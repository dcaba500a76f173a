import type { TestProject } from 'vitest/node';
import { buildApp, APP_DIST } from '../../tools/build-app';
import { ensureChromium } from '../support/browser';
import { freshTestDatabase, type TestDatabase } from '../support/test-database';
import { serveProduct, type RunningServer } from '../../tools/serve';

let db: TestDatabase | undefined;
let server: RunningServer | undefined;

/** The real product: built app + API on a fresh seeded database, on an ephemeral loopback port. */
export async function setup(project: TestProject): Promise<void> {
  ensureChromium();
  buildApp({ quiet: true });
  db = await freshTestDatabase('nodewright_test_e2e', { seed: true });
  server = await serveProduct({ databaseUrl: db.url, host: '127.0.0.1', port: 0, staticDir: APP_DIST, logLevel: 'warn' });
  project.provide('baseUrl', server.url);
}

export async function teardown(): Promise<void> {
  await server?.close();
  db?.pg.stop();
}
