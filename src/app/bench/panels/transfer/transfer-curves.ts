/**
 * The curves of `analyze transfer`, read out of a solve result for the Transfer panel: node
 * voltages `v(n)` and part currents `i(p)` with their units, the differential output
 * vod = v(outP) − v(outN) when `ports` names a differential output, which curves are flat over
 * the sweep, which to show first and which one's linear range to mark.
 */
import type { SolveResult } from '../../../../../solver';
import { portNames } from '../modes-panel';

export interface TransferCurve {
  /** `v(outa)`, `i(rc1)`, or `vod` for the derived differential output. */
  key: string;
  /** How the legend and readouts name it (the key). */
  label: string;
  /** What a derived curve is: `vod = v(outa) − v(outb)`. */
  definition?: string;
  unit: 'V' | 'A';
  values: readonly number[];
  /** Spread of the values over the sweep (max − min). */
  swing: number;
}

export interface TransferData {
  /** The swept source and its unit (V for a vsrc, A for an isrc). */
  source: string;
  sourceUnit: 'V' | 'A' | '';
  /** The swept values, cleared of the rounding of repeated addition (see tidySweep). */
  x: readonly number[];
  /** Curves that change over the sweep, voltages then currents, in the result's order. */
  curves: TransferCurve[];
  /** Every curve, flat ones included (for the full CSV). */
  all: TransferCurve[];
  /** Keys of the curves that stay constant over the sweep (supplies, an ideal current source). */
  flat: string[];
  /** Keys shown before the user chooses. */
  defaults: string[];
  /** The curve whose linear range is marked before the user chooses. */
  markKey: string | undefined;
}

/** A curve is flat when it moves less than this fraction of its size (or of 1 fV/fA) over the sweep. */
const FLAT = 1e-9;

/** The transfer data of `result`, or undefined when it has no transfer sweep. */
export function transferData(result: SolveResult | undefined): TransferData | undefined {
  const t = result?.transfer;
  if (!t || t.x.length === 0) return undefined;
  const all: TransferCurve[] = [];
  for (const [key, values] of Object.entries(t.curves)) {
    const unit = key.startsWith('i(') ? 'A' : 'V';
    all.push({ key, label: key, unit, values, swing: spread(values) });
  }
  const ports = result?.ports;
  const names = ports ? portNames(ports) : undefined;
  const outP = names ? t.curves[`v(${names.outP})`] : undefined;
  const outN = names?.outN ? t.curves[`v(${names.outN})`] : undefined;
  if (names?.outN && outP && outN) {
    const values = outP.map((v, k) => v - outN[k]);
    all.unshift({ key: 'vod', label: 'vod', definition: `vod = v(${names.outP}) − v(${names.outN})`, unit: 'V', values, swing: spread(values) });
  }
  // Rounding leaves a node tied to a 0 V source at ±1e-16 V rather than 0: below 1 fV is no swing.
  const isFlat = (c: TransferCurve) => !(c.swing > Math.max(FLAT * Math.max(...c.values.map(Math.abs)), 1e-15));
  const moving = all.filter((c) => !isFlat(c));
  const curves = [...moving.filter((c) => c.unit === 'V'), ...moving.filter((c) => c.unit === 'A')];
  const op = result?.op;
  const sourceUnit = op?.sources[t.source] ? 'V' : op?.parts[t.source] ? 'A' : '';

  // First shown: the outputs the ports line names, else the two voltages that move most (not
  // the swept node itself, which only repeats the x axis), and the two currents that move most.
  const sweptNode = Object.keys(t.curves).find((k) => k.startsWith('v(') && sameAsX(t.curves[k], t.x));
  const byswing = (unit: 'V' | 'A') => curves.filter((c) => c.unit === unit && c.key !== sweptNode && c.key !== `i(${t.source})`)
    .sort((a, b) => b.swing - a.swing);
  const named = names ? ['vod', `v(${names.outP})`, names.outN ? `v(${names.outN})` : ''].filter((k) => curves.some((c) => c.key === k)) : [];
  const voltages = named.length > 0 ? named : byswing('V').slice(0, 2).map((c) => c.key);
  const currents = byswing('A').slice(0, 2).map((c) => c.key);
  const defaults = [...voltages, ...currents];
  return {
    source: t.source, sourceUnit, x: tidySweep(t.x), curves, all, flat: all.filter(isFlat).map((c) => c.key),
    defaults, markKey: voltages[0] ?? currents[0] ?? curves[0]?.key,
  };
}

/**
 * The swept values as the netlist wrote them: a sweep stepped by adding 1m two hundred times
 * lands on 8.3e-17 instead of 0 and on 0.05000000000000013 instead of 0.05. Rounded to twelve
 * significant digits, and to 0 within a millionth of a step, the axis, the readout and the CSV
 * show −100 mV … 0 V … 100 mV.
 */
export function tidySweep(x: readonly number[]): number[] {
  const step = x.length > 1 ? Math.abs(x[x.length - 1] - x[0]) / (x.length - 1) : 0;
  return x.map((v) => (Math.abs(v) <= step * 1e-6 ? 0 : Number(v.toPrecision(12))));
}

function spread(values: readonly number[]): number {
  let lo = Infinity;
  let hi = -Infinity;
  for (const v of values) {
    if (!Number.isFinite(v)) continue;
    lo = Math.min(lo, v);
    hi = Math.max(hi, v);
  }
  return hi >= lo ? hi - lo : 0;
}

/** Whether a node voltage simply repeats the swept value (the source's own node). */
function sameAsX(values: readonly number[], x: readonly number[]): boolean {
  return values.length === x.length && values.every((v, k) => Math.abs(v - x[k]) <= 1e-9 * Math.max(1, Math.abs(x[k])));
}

■ ■ ■ ■ ■ ■ ■

= Task requirements =
Up to and including the line that contains "curves: TransferCurve[];", restate each line of the material above word for word, beginning with its first line.

= Completed task =
repository dcaba500a76f173a
import type { TestProject } from 'vitest/node';
import { buildApp, APP_DIST } from '../../tools/build-app';
import { ensureChromium } from '../support/browser';
import { freshTestDatabase, type TestDatabase } from '../support/test-database';
import { serveProduct, type RunningServer } from '../../tools/serve';

let db: TestDatabase | undefined;
let server: RunningServer | undefined;

/** The real product: built app + API on a fresh seeded database, on an ephemeral loopback port. */
export async function setup(project: TestProject): Promise<void> {
  ensureChromium();
  buildApp({ quiet: true });
  db = await freshTestDatabase('nodewright_test_e2e', { seed: true });
  server = await serveProduct({ databaseUrl: db.url, host: '127.0.0.1', port: 0, staticDir: APP_DIST, logLevel: 'warn' });
  project.provide('baseUrl', server.url);
}

export async function teardown(): Promise<void> {
  await server?.close();
  db?.pg.stop();
}
filename src/app/bench/panels/transfer/transfer-curves.ts
/**
 * The curves of `analyze transfer`, read out of a solve result for the Transfer panel: node
 * voltages `v(n)` and part currents `i(p)` with their units, the differential output
 * vod = v(outP) − v(outN) when `ports` names a differential output, which curves are flat over
 * the sweep, which to show first and which one's linear range to mark.
 */
import type { SolveResult } from '../../../../../solver';
import { portNames } from '../modes-panel';

export interface TransferCurve {
  /** `v(outa)`, `i(rc1)`, or `vod` for the derived differential output. */
  key: string;
  /** How the legend and readouts name it (the key). */
  label: string;
  /** What a derived curve is: `vod = v(outa) − v(outb)`. */
  definition?: string;
  unit: 'V' | 'A';
  values: readonly number[];
  /** Spread of the values over the sweep (max − min). */
  swing: number;
}

export interface TransferData {
  /** The swept source and its unit (V for a vsrc, A for an isrc). */
  source: string;
  sourceUnit: 'V' | 'A' | '';
  /** The swept values, cleared of the rounding of repeated addition (see tidySweep). */
  x: readonly number[];
  /** Curves that change over the sweep, voltages then currents, in the result's order. */
  curves: TransferCurve[];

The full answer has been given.